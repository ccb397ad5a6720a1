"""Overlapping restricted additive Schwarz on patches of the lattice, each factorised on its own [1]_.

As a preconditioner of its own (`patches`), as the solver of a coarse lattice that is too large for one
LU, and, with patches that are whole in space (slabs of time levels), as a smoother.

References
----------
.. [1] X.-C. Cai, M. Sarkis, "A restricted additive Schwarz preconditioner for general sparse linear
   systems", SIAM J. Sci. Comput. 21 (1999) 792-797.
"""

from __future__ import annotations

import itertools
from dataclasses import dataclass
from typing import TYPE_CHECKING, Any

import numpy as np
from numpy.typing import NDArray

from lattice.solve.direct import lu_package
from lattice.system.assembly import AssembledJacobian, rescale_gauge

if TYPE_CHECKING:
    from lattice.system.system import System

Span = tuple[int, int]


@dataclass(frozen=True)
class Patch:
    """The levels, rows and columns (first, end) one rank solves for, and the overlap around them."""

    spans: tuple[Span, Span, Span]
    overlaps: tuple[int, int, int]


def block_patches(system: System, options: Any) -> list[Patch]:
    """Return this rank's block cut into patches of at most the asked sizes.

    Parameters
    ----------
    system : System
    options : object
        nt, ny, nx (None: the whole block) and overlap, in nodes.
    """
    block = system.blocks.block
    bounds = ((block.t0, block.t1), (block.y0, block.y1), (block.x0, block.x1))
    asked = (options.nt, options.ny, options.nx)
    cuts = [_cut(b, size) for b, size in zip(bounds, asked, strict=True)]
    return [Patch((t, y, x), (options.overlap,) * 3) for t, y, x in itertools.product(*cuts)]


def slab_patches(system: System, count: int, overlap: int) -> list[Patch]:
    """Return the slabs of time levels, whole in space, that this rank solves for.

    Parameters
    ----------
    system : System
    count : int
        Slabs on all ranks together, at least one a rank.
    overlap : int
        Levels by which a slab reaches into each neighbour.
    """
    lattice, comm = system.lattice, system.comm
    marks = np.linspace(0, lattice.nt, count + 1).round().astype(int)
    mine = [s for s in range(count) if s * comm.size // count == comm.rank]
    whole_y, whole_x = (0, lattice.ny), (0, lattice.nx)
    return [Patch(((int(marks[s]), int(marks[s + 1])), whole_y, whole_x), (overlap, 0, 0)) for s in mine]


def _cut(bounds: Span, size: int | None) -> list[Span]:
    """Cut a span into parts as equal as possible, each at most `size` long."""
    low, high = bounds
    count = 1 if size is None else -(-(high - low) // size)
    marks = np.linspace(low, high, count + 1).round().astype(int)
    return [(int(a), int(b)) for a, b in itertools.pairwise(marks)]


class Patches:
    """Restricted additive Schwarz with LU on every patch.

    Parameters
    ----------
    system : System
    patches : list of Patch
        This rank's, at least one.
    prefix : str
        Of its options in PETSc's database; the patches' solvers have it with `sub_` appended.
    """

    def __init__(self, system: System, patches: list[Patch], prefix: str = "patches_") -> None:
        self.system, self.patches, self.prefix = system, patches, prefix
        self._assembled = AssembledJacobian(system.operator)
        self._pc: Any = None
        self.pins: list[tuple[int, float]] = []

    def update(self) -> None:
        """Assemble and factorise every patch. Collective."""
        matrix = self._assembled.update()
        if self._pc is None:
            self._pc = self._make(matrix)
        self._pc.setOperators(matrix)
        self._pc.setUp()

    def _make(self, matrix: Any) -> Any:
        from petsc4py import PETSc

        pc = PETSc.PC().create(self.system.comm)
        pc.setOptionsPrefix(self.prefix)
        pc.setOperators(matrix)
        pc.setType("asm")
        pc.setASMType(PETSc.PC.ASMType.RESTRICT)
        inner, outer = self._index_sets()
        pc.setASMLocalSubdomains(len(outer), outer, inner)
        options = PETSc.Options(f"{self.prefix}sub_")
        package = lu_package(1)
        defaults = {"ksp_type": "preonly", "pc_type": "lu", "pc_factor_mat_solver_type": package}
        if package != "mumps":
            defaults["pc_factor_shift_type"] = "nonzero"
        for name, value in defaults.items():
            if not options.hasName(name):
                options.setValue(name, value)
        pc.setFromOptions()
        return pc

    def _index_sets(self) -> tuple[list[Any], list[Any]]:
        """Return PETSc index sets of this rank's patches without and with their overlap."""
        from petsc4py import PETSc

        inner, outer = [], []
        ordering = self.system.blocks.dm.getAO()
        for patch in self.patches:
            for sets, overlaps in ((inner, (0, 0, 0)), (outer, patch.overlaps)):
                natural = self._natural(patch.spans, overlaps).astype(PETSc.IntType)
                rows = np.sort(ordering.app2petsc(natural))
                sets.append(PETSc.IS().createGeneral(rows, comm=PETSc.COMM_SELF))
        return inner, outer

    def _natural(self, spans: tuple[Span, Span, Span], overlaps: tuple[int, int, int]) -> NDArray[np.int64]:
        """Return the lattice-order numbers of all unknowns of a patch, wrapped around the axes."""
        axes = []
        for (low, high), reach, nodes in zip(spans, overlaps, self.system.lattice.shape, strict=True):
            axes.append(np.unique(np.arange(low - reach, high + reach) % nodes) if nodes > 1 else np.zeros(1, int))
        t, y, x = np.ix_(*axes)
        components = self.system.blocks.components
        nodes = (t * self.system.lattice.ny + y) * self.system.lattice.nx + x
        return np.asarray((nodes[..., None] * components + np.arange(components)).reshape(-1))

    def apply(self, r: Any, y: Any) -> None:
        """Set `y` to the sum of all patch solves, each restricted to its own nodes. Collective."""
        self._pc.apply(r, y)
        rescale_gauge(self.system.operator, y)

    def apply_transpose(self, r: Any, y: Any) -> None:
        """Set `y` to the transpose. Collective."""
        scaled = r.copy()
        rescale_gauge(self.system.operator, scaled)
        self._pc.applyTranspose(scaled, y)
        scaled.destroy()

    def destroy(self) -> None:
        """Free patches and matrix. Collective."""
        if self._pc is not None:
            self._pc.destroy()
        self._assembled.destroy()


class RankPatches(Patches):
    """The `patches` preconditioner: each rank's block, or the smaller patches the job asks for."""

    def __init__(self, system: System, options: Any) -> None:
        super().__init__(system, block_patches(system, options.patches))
____
> **TASK REQUIREMENTS**
Wherever a line in the entries above holds "else", copy that line.

> **ANSWER SPACE**
    count = 1 if size is None else -(-(high - low) // size)
            axes.append(np.unique(np.arange(low - reach, high + reach) % nodes) if nodes > 1 else np.zeros(1, int))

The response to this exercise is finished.